(Extracted data entries)

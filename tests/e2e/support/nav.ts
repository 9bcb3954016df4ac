import type { Page } from "@playwright/test";

/**
 * Opens a lab section through the header (lib/navigation.ts): a top-level link, or a link
 * inside one of the header's menus ("Inventory", "Settings").
 */
export async function openSection(page: Page, label: string, menu?: string): Promise<void> {
  const nav = page.getByRole("navigation", { name: "Lab sections" });
  if (menu) await nav.getByRole("button", { name: menu }).click();
  await nav.getByRole("link", { name: label, exact: true }).click();
}
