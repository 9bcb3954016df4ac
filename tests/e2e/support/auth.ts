import { expect, type Page } from "@playwright/test";

/** The demo accounts (seeders/20261201000100-demo-labs-and-members.cjs); password from README.md. */
export const DEMO_PASSWORD = "tareline-demo";
export const DEMO = {
  chemist: "chemist@kestrelbay.example",
  safety: "safety@kestrelbay.example",
  stockkeeper: "stock@kestrelbay.example",
  admin: "admin@kestrelbay.example",
  viewer: "viewer@kestrelbay.example",
  harrow: "analyst@harrowfen.example",
} as const;

/** Signs in through the form and waits for the lab overview. */
export async function signIn(page: Page, email: string, password: string = DEMO_PASSWORD): Promise<void> {
  await page.goto("/signin");
  await page.getByLabel("E-mail").fill(email);
  await page.getByLabel("Password").fill(password);
  await page.getByRole("button", { name: "Sign in" }).click();
  await expect(page.getByTestId("lab-name")).toBeVisible();
}
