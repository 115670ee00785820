//! Drawing the Findings view: the ranked list (one line each, severity first in words), or
//! one finding opened in full, wrapped inside its panel and scrolled.

use super::findings::{Shown, severity_word, sure_words};
use crate::tui::ctx::Ctx;
use crate::tui::layout::clip_end;
use crate::tui::strings::findings as s;
use crate::tui::theme::Theme;
use crate::tui::widgets::list::scroll_offset;
use ratatui::Frame;
use ratatui::layout::{Constraint, Layout, Rect};
use ratatui::style::Style;
use ratatui::text::{Line, Span};
use ratatui::widgets::{Paragraph, Wrap};

/// Width of the severity column ("CAUTION" and a space).
const SEVERITY_W: usize = 8;

pub struct FindingsScreen<'a> {
    pub shown: &'a [Shown],
    pub cursor: usize,
    pub open: Option<usize>,
    pub scroll: u16,
    pub assumed: Option<&'a str>,
}

fn severity_style(t: &Theme, f: &Shown) -> Style {
    match f.severity {
        crate::diagnose::Severity::Alarm => t.error,
        crate::diagnose::Severity::Caution => t.warn,
        crate::diagnose::Severity::Information => t.dim,
    }
}

impl FindingsScreen<'_> {
    pub fn draw(&self, frame: &mut Frame, area: Rect, ctx: &Ctx) {
        match self.open.and_then(|i| self.shown.get(i)) {
            Some(f) => self.draw_open(frame, area, f, ctx),
            None => self.draw_list(frame, area, ctx),
        }
    }

    /// The last guided check's note (what it read and assumed), wrapped, above the list.
    fn assumed_lines(&self, t: &Theme) -> Vec<Line<'static>> {
        self.assumed
            .map(|a| vec![Line::styled(a.to_string(), t.title)])
            .unwrap_or_default()
    }

    fn draw_list(&self, frame: &mut Frame, area: Rect, ctx: &Ctx) {
        let t = &ctx.theme;
        let title = format!("{}({}) ", s::TITLE, self.shown.len());
        let block = t.panel(title);
        let inner = block.inner(area);
        frame.render_widget(block, area);
        let head = self.assumed_lines(t);
        // The note about the last check, whole, but never more than half the panel.
        // A blank row under it keeps it apart from the list.
        let head_h = self.assumed.map_or(0, |a| {
            (wrapped_rows(a, usize::from(inner.width)) + 1).min(usize::from(inner.height / 2))
        });
        let head_h = u16::try_from(head_h).unwrap_or(0);
        let [top, list, hint] = Layout::vertical([
            Constraint::Length(head_h),
            Constraint::Min(0),
            Constraint::Length(2),
        ])
        .areas(inner);
        if !head.is_empty() {
            frame.render_widget(Paragraph::new(head).wrap(Wrap { trim: true }), top);
        }
        if self.shown.is_empty() {
            let p = Paragraph::new(s::EMPTY)
                .style(t.dim)
                .wrap(Wrap { trim: true });
            frame.render_widget(p, list);
            return;
        }
        let height = usize::from(list.height);
        let skip = scroll_offset(self.cursor, height);
        let width = usize::from(list.width);
        let rows: Vec<Line> = self
            .shown
            .iter()
            .enumerate()
            .skip(skip)
            .take(height)
            .map(|(i, f)| {
                // The title first: subjects repeat, titles tell the findings apart.
                let rest = format!("{} ({})", f.title, f.subject);
                let room = width.saturating_sub(SEVERITY_W);
                let mut text_style = t.base;
                if i == self.cursor {
                    text_style = text_style.patch(t.selected);
                }
                Line::from(vec![
                    Span::styled(
                        format!("{:<w$}", severity_word(f.severity), w = SEVERITY_W),
                        severity_style(t, f),
                    ),
                    Span::styled(clip_end(&rest, room, t.marks.cut), text_style),
                ])
            })
            .collect();
        frame.render_widget(Paragraph::new(rows), list);
        let p = Paragraph::new(s::OPEN_HINT)
            .style(t.dim)
            .wrap(Wrap { trim: true });
        frame.render_widget(p, hint);
    }

    fn draw_open(&self, frame: &mut Frame, area: Rect, f: &Shown, ctx: &Ctx) {
        let t = &ctx.theme;
        let block = t.panel(s::DETAIL_TITLE);
        let inner = block.inner(area);
        frame.render_widget(block, area);
        let bullet = |text: &str| Line::raw(format!("  - {text}"));
        let heading = |text: &str| Line::styled(text.to_string(), t.title);
        let mut lines = vec![
            Line::from(vec![
                Span::styled(
                    format!("{} ", severity_word(f.severity)),
                    severity_style(t, f),
                ),
                Span::raw(format!("{}: {}.", f.subject, f.title)),
            ]),
            Line::raw(""),
            Line::from(vec![
                Span::styled(format!("{}: ", s::HOW_SURE), t.title),
                Span::raw(ctx.style().text(sure_words(f.sure))),
            ]),
            heading(s::NUMBERS),
        ];
        if f.words.numbers.is_empty() {
            lines.push(bullet(s::NO_NUMBERS));
        }
        lines.extend(f.words.numbers.iter().map(|n| bullet(n)));
        lines.push(heading(s::NEXT_CHECKS));
        lines.extend(f.words.next_checks.iter().map(|c| bullet(c)));
        lines.push(Line::from(vec![
            Span::styled(format!("{}: ", s::CAUTION_HEAD), t.caution),
            Span::raw(f.words.caution.clone()),
        ]));
        let p = Paragraph::new(lines)
            .wrap(Wrap { trim: false })
            .scroll((self.scroll, 0));
        frame.render_widget(p, inner);
    }
}

/// Rows `text` takes when wrapped at word boundaries into `width` columns (a word longer
/// than the width is cut across rows, as the paragraph does).
pub fn wrapped_rows(text: &str, width: usize) -> usize {
    let width = width.max(1);
    let mut rows = 1;
    let mut used = 0;
    for word in text.split_whitespace() {
        let w = word.chars().count();
        let need = if used == 0 { w } else { used + 1 + w };
        if need <= width {
            used = need;
        } else {
            // A new row, unless this is the first word; a long word runs on over more rows.
            rows += usize::from(used > 0) + w.saturating_sub(1) / width;
            used = (w - 1) % width + 1;
        }
    }
    rows
}

#[cfg(test)]
mod tests {
    use super::wrapped_rows;

    #[test]
    fn rows_of_wrapped_text_count_whole_words() {
        // Worked by hand: "aaa bbb" fits 7 columns; at 6 "bbb" goes to a second row.
        assert_eq!(wrapped_rows("aaa bbb", 7), 1);
        assert_eq!(wrapped_rows("aaa bbb", 6), 2);
        assert_eq!(wrapped_rows("aaaaaaaaaa", 4), 3);
        assert_eq!(wrapped_rows("", 10), 1);
    }
}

▶ _Activity_
When you reach the end of the data, write every line out again verbatim.

▶ _Solution for this exercise_
filename tests/e2e/support/nav.ts
repository 9bcb3954016df4ac
import type { Page } from "@playwright/test";

/**
 * Opens a lab section through the header (lib/navigation.ts): a top-level link, or a link
 * inside one of the header's menus ("Inventory", "Settings").
 */
export async function openSection(page: Page, label: string, menu?: string): Promise<void> {
  const nav = page.getByRole("navigation", { name: "Lab sections" });
  if (menu) await nav.getByRole("button", { name: menu }).click();
  await nav.getByRole("link", { name: label, exact: true }).click();
}
repository 9bcb3954016df4ac
filename tests/e2e/support/auth.ts
import { expect, type Page } from "@playwright/test";

/** The demo accounts (seeders/20261201000100-demo-labs-and-members.cjs); password from README.md. */
export const DEMO_PASSWORD = "tareline-demo";
export const DEMO = {
  chemist: "chemist@kestrelbay.example",
  safety: "safety@kestrelbay.example",
  stockkeeper: "stock@kestrelbay.example",
  admin: "admin@kestrelbay.example",
  viewer: "viewer@kestrelbay.example",
  harrow: "analyst@harrowfen.example",
} as const;

/** Signs in through the form and waits for the lab overview. */
export async function signIn(page: Page, email: string, password: string = DEMO_PASSWORD): Promise<void> {
  await page.goto("/signin");
  await page.getByLabel("E-mail").fill(email);
  await page.getByLabel("Password").fill(password);
  await page.getByRole("button", { name: "Sign in" }).click();
  await expect(page.getByTestId("lab-name")).toBeVisible();
}
repository 115670ee00785820
//! Drawing the Findings view: the ranked list (one line each, severity first in words), or
//! one finding opened in full, wrapped inside its panel and scrolled.

use super::findings::{Shown, severity_word, sure_words};
use crate::tui::ctx::Ctx;
use crate::tui::layout::clip_end;
use crate::tui::strings::findings as s;
use crate::tui::theme::Theme;
use crate::tui::widgets::list::scroll_offset;
use ratatui::Frame;
use ratatui::layout::{Constraint, Layout, Rect};
use ratatui::style::Style;
use ratatui::text::{Line, Span};
use ratatui::widgets::{Paragraph, Wrap};

/// Width of the severity column ("CAUTION" and a space).
const SEVERITY_W: usize = 8;

pub struct FindingsScreen<'a> {
    pub shown: &'a [Shown],
    pub cursor: usize,
    pub open: Option<usize>,
    pub scroll: u16,
    pub assumed: Option<&'a str>,
}

fn severity_style(t: &Theme, f: &Shown) -> Style {
    match f.severity {
        crate::diagnose::Severity::Alarm => t.error,
        crate::diagnose::Severity::Caution => t.warn,
        crate::diagnose::Severity::Information => t.dim,
    }
}

impl FindingsScreen<'_> {
    pub fn draw(&self, frame: &mut Frame, area: Rect, ctx: &Ctx) {
        match self.open.and_then(|i| self.shown.get(i)) {
            Some(f) => self.draw_open(frame, area, f, ctx),
            None => self.draw_list(frame, area, ctx),
        }
    }

    /// The last guided check's note (what it read and assumed), wrapped, above the list.
    fn assumed_lines(&self, t: &Theme) -> Vec<Line<'static>> {
        self.assumed
            .map(|a| vec![Line::styled(a.to_string(), t.title)])
            .unwrap_or_default()
    }

    fn draw_list(&self, frame: &mut Frame, area: Rect, ctx: &Ctx) {
        let t = &ctx.theme;
        let title = format!("{}({}) ", s::TITLE, self.shown.len());
        let block = t.panel(title);
        let inner = block.inner(area);
        frame.render_widget(block, area);
        let head = self.assumed_lines(t);
        // The note about the last check, whole, but never more than half the panel.
        // A blank row under it keeps it apart from the list.
        let head_h = self.assumed.map_or(0, |a| {
            (wrapped_rows(a, usize::from(inner.width)) + 1).min(usize::from(inner.height / 2))
        });
        let head_h = u16::try_from(head_h).unwrap_or(0);
        let [top, list, hint] = Layout::vertical([
            Constraint::Length(head_h),
            Constraint::Min(0),
            Constraint::Length(2),
        ])
        .areas(inner);
        if !head.is_empty() {
            frame.render_widget(Paragraph::new(head).wrap(Wrap { trim: true }), top);
        }
        if self.shown.is_empty() {
            let p = Paragraph::new(s::EMPTY)
                .style(t.dim)
                .wrap(Wrap { trim: true });
            frame.render_widget(p, list);
            return;
        }
        let height = usize::from(list.height);
        let skip = scroll_offset(self.cursor, height);
        let width = usize::from(list.width);
        let rows: Vec<Line> = self
            .shown
            .iter()
            .enumerate()
            .skip(skip)
            .take(height)
            .map(|(i, f)| {
                // The title first: subjects repeat, titles tell the findings apart.
                let rest = format!("{} ({})", f.title, f.subject);
                let room = width.saturating_sub(SEVERITY_W);
                let mut text_style = t.base;
                if i == self.cursor {
                    text_style = text_style.patch(t.selected);
                }
                Line::from(vec![
                    Span::styled(
                        format!("{:<w$}", severity_word(f.severity), w = SEVERITY_W),
                        severity_style(t, f),
                    ),
                    Span::styled(clip_end(&rest, room, t.marks.cut), text_style),
                ])
            })
            .collect();
        frame.render_widget(Paragraph::new(rows), list);
        let p = Paragraph::new(s::OPEN_HINT)
            .style(t.dim)
            .wrap(Wrap { trim: true });
        frame.render_widget(p, hint);
    }

    fn draw_open(&self, frame: &mut Frame, area: Rect, f: &Shown, ctx: &Ctx) {
        let t = &ctx.theme;
        let block = t.panel(s::DETAIL_TITLE);
        let inner = block.inner(area);
        frame.render_widget(block, area);
        let bullet = |text: &str| Line::raw(format!("  - {text}"));
        let heading = |text: &str| Line::styled(text.to_string(), t.title);
        let mut lines = vec![
            Line::from(vec![
                Span::styled(
                    format!("{} ", severity_word(f.severity)),
                    severity_style(t, f),
                ),
                Span::raw(format!("{}: {}.", f.subject, f.title)),
            ]),
            Line::raw(""),
            Line::from(vec![
                Span::styled(format!("{}: ", s::HOW_SURE), t.title),
                Span::raw(ctx.style().text(sure_words(f.sure))),
            ]),
            heading(s::NUMBERS),
        ];
        if f.words.numbers.is_empty() {
            lines.push(bullet(s::NO_NUMBERS));
        }
        lines.extend(f.words.numbers.iter().map(|n| bullet(n)));
        lines.push(heading(s::NEXT_CHECKS));
        lines.extend(f.words.next_checks.iter().map(|c| bullet(c)));
        lines.push(Line::from(vec![
            Span::styled(format!("{}: ", s::CAUTION_HEAD), t.caution),
            Span::raw(f.words.caution.clone()),
        ]));
        let p = Paragraph::new(lines)
            .wrap(Wrap { trim: false })
            .scroll((self.scroll, 0));
        frame.render_widget(p, inner);
    }
}

/// Rows `text` takes when wrapped at word boundaries into `width` columns (a word longer
/// than the width is cut across rows, as the paragraph does).
pub fn wrapped_rows(text: &str, width: usize) -> usize {
    let width = width.max(1);
    let mut rows = 1;
    let mut used = 0;
    for word in text.split_whitespace() {
        let w = word.chars().count();
        let need = if used == 0 { w } else { used + 1 + w };
        if need <= width {
            used = need;
        } else {
            // A new row, unless this is the first word; a long word runs on over more rows.
            rows += usize::from(used > 0) + w.saturating_sub(1) / width;
            used = (w - 1) % width + 1;
        }
    }
    rows
}

#[cfg(test)]
mod tests {
    use super::wrapped_rows;

    #[test]
    fn rows_of_wrapped_text_count_whole_words() {
        // Worked by hand: "aaa bbb" fits 7 columns; at 6 "bbb" goes to a second row.
        assert_eq!(wrapped_rows("aaa bbb", 7), 1);
        assert_eq!(wrapped_rows("aaa bbb", 6), 2);
        assert_eq!(wrapped_rows("aaaaaaaaaa", 4), 3);
        assert_eq!(wrapped_rows("", 10), 1);
    }
}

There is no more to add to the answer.